→ Task data:

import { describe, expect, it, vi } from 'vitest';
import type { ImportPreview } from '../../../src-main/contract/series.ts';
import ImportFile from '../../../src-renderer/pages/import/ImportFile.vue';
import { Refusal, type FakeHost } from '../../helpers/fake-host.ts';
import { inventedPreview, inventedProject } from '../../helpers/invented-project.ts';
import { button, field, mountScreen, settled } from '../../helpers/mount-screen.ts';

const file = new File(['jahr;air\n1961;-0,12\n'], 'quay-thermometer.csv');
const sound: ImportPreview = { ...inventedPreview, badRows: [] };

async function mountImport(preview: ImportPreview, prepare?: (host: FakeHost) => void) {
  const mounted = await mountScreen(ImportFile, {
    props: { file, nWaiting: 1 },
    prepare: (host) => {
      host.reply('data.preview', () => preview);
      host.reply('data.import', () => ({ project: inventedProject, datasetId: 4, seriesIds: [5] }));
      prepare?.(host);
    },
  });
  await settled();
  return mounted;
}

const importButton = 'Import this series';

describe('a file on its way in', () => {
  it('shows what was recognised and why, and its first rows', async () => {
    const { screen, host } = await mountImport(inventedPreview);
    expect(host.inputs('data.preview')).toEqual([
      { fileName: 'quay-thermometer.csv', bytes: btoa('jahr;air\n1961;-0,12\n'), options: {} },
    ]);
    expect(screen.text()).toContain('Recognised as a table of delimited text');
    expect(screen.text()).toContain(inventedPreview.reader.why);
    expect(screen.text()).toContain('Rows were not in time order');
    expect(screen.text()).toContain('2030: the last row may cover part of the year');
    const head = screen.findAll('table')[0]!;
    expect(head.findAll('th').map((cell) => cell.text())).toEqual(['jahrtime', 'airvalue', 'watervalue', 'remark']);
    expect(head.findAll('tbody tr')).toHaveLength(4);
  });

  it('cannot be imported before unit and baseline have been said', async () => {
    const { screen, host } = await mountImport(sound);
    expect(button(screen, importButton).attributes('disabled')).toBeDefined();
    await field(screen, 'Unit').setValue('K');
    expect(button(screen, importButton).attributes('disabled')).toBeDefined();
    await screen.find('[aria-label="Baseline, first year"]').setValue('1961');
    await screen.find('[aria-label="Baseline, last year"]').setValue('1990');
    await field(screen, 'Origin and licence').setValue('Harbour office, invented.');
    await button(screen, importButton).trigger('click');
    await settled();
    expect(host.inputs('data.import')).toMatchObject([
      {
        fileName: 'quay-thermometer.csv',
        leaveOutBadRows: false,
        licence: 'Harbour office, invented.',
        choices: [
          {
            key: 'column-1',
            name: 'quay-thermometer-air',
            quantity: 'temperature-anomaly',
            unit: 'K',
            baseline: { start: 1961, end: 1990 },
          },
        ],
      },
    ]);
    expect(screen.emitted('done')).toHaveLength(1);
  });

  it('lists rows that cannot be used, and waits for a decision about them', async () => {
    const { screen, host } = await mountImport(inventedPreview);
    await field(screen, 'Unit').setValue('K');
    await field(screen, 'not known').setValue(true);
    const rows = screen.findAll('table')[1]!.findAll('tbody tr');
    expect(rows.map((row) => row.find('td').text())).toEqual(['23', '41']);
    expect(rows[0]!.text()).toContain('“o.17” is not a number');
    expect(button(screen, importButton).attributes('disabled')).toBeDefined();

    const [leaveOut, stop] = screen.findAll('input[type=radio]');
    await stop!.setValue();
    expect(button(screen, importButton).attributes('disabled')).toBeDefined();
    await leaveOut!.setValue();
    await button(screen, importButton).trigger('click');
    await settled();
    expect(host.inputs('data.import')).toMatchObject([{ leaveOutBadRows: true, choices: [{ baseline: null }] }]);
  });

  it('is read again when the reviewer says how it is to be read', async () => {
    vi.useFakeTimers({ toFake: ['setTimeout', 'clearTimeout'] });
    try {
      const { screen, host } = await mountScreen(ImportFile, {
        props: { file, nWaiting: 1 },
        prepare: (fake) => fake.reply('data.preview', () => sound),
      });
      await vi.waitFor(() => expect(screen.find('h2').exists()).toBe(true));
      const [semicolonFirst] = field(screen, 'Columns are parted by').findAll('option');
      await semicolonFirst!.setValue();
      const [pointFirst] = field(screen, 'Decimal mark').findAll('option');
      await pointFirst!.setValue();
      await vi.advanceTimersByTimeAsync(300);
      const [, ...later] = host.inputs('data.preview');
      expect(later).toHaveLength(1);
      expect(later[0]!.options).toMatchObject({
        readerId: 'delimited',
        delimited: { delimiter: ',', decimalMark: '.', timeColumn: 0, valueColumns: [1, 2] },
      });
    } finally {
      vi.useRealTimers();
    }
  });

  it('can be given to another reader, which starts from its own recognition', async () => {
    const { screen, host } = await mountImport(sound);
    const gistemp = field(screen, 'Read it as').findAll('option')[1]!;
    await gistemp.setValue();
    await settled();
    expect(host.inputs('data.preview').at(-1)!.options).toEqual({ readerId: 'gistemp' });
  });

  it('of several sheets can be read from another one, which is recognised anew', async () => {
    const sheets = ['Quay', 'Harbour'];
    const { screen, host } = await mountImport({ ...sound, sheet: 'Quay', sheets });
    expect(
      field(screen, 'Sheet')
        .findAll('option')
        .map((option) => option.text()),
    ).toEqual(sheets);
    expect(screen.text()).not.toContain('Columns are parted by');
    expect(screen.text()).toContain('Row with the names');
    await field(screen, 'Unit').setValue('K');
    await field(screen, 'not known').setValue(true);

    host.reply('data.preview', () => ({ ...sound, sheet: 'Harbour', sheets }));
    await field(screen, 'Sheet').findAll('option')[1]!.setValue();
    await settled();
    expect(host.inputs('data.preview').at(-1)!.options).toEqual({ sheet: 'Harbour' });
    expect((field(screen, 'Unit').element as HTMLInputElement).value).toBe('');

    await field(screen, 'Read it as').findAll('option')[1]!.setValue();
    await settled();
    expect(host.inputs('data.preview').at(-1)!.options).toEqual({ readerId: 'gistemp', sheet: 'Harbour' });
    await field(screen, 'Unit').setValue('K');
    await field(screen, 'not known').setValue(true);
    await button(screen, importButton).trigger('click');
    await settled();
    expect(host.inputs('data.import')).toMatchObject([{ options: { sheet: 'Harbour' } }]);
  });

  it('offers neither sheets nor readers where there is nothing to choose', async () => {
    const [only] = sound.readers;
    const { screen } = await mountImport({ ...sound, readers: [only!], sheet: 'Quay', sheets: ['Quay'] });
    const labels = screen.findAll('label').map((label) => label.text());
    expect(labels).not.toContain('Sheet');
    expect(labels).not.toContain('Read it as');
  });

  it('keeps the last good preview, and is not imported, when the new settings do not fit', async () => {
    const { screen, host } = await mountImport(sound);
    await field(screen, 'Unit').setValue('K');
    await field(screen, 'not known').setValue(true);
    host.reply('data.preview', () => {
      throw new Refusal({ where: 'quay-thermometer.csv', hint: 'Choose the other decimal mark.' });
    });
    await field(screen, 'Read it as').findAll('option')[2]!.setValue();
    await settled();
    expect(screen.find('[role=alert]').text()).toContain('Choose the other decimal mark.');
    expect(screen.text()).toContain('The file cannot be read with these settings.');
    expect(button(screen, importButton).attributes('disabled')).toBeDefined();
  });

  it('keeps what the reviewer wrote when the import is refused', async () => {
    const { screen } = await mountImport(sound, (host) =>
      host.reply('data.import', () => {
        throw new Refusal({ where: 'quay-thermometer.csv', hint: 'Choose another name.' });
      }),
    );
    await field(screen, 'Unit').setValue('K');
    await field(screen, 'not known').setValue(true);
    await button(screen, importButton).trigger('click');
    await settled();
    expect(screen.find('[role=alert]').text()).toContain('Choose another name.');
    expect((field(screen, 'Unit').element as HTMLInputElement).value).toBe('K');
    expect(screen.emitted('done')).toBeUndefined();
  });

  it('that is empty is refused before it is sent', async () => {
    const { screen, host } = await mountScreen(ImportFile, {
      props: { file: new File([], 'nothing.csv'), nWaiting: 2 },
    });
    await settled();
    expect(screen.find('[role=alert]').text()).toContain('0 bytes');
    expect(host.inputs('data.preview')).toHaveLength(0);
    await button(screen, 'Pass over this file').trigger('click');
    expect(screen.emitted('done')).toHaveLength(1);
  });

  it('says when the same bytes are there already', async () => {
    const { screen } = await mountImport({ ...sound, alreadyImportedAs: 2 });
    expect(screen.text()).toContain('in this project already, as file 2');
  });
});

→ Work to be completed: Count lines, not occurrences: report how many lines in the entries above include the word "Refusal", as a number alone.

→ Answer space: 3